As we roll towards the new year, there are several significant decisions that need to be made with regards to UK-M. This site was founded on the premise of establishing a great community where like-minded people could support and assist each other in achieving their goals. It seems only right that I involve more members in the decisions that will ultimately guide and shape UK-M in 2015. I'd like your help.

My plan is to put together a small diverse group of members with whom I can start throwing open the big UK-M decisions for discussion. I don't mind where we go, but I want to move forwards. I hope everyone agrees that there are many people on here who should have a say as to how that happens.

So, if you are:

1. A fairly long-standing member (let's say Silver and above)

2. Genuinely interested in playing a larger role in UK-M and being involved in key decisions

3. Committed to getting involved in discussions and not just wanting a sneak preview of the new site or a discounted hoodie.
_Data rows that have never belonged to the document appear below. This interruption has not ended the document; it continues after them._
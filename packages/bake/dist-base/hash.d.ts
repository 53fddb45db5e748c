/** Content hashing for cache keys and manifests. */
export declare function sha256Hex(bytes: Uint8Array): string;
/**
 * sha256Hex of a large input in 4 MiB steps with a turn of the event loop between them (about 10 ms
 * each), so the pool's workers get their next tiles while this thread hashes a big image.
 */
export declare function sha256HexYielding(bytes: Uint8Array): Promise<string>;
/** JSON with object keys sorted, so equal values always hash equally. */
export declare function stableJson(value: unknown): string;
/** A cache key: sha256 of the stage name, its algorithm version and everything it depends on. */
export declare function stageKey(stage: string, version: number, parts: unknown): string;
//# sourceMappingURL=hash.d.ts.map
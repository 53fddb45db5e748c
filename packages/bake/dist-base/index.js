export { createBaker, Baker, STAGE_VERSIONS } from './bake.js';
export { defaultLevelCount, levelRoughness, resolveRecipe, roughnessToLod, roughnessToLodFormula, SAMPLE_PRESETS, SAFE_NAME } from './recipe.js';
export { LightkilnError, USER_ERROR_CODES, toLightkilnError } from './errors.js';
export { CACHE_MARKER, FolderStore, MemoryStore, notACache, pruneStore } from './cache/store.js';
export { refuseSymlink, writeFilesAtomic, removeLiveTempFiles, sweepStaleTempFiles, writeFileAtomic } from './files.js';
export { HttpStore, LayeredStore, RemoteUnavailableError, redactUrl } from './cache/remote.js';
export { decodeEntry, encodeEntry } from './cache/entry.js';
export { MANIFEST_SCHEMA_VERSION, TOOL_NAME, TOOL_VERSION } from './manifest.js';
export { cubeCross } from './stages/encode.js';
export { closeSharedPools, getSharedPool, WorkerPool } from '@lightkiln/pool';
export { inspectBytes } from './inspect.js';
export { previewFromManifest } from './preview/index.js';
export { renderContactSheet } from './preview/sheet.js';
export { sweepBudgets, sweepReport, SWEEP_METHODS } from './sweep.js';
//# sourceMappingURL=index.js.map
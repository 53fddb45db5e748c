/**
 * Structured events of a bake (BakeRunOptions.onEvent; `lightkiln bake --events` prints them as JSON lines
 * on stderr), for build-system dashboards. Every event has `type`; the others:
 *
 * - `stage`: `stage` (decode, resample, specular, irradiance, dfg, encode), `state` 'started' | 'finished',
 *   and on finish `ms` (wall time; stages of the three files run side by side, so they overlap).
 * - `progress`: `stage`, `done`, `total` (cost units), at most every 100 ms per pool job.
 * - `cache`: `entry` (source, pyramid, level N, sh, irradiance cube, dfg, specular file, irradiance file,
 *   lut file, view NAME, preview), `hit` true | false (false: computed now).
 * - `artifact`: `kind`, `name`, `path` (null without outDir), `sha256`, `bytes`, `written` (false when an
 *   identical file was already there and was left alone), `fromCache`.
 */
export type BakeEvent = {
    readonly type: 'stage';
    readonly stage: string;
    readonly state: 'started' | 'finished';
    readonly ms?: number;
} | {
    readonly type: 'progress';
    readonly stage: string;
    readonly done: number;
    readonly total: number;
} | {
    readonly type: 'cache';
    readonly entry: string;
    readonly hit: boolean;
} | {
    readonly type: 'artifact';
    readonly kind: string;
    readonly name: string;
    readonly path: string | null;
    readonly sha256: string;
    readonly bytes: number;
    readonly written: boolean;
    readonly fromCache: boolean;
};
//# sourceMappingURL=events.d.ts.map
4. Overflowing with great ideas for how this site should be and what it should offer

5. Consider yourself an integral part of the UK-M family and have a desire to see it grow

... please let me know in this thread.


----------



## FelonE1

I'm in


----------



## Wheyman

In.


----------



## ashmo

In


----------



## notdorianyates

Lorian said:


> Anyone else think it's time for a change?
> 
> I'm aware that my limited updates can be frustrating. I put my hand up and acknowledge that. In my pursuit to try to make everything the best it can possibly be, I sometimes end up in a situation where things don't progress as quickly as they should. This needs to change.
> 
> As we roll towards the new year, there are several significant decisions that need to be made with regards to UK-M. This site was founded on the premise of establishing a great community where like-minded people could support and assist each other in achieving their goals. It seems only right that I involve more members in the decisions that will ultimately guide and shape UK-M in 2015. I'd like your help.
> 
> My plan is to put together a small diverse group of members with whom I can start throwing open the big UK-M decisions for discussion. I don't mind where we go, but I want to move forwards. I hope everyone agrees that there are many people on here who should have a say as to how that happens.
> 
> So, if you are:
> 
> 1. A fairly long-standing member (let's say Silver and above)
> 
> 2. Genuinely interested in playing a larger role in UK-M and being involved in key decisions
> 
> 3. Committed to getting involved in discussions and not just wanting a sneak preview of the new site or a discounted hoodie.
> 
> 4. Overflowing with great ideas for how this site should be and what it should offer
> 
> 5. Consider yourself an integral part of the UK-M family and have a desire to see it grow
> 
> ... please let me know in this thread.


None of the above just yet, but wanted to say it's fantastic that you guys give such a damn about making this an accountable community that best represents and provides for us mere minions. Keep on with the good stuff Lorian. Love this place


----------



## zasker

im up for it.


----------



## Abc987

And me


----------



## Stephen9069

Iv only been here a short period of time but i have thoroughly enjoyed being here so im in.


----------



## IronJohnDoe

I'm in


----------



## Bora

in


----------



## saxondale

I call a spade a spade - but you`ve got me with the hoody, can i still be in?


----------



## Mark2021

Good idea


----------



## Kristina

Oh this sounds brilliant, I'd love to get involved.


----------



## Sambuca

I would say as an upstanding member of the Uk-m community I would be suitable to do this.


----------



## QUEST

In deep


----------



## richardrahl

As one of the longer serving members on here... :whistling: ...count me in.


----------



## DaveCW

In


----------



## latblaster

Yup, got a few ideas about the forum direction.


----------



## Lorian

This is looking great, thanks!

I'll leave this open for another day to give everyone a chance to see it.


----------



## harrison180

In i want a discounted hoo... to give my opinion on how to move this forum forward  .


----------



## harrison180

latblaster said:


> Yup, got a few ideas about the forum direction.


Left or right?


----------



## FlunkyTurtle

In


----------



## MRSTRONG

good shout :thumbup1:


----------



## vetran

that position is far to qualified for me,got anything else going ? lol


----------



## UkWardy

I'm in.


----------



## GGLynch89

I am in.


----------



## Gary29

Always happy to provide my input.


----------



## Dai the drive

Hi Lorian - only a handful of posts, really, but I've previously developed global brand websites and communities, so if there's anything I can do to help...


----------



## ah24

I'd be interested @Lorian


----------



## Snorbitz1uk

I would be interested too


----------



## MrSilver

It's good to see UK-M moving in the right direction.

In. :smartass:


----------



## T100

In, look forward to seeing what changes might be made, polls on tapatalk is a must


----------



## NoGutsNoGlory

Nice too see you taking the bull by the horns @Lorian - things like the clothing have been dragging for years. If you could delegate some of that responsibility to a team of trusted members then i'm sure the forum would be driven forward.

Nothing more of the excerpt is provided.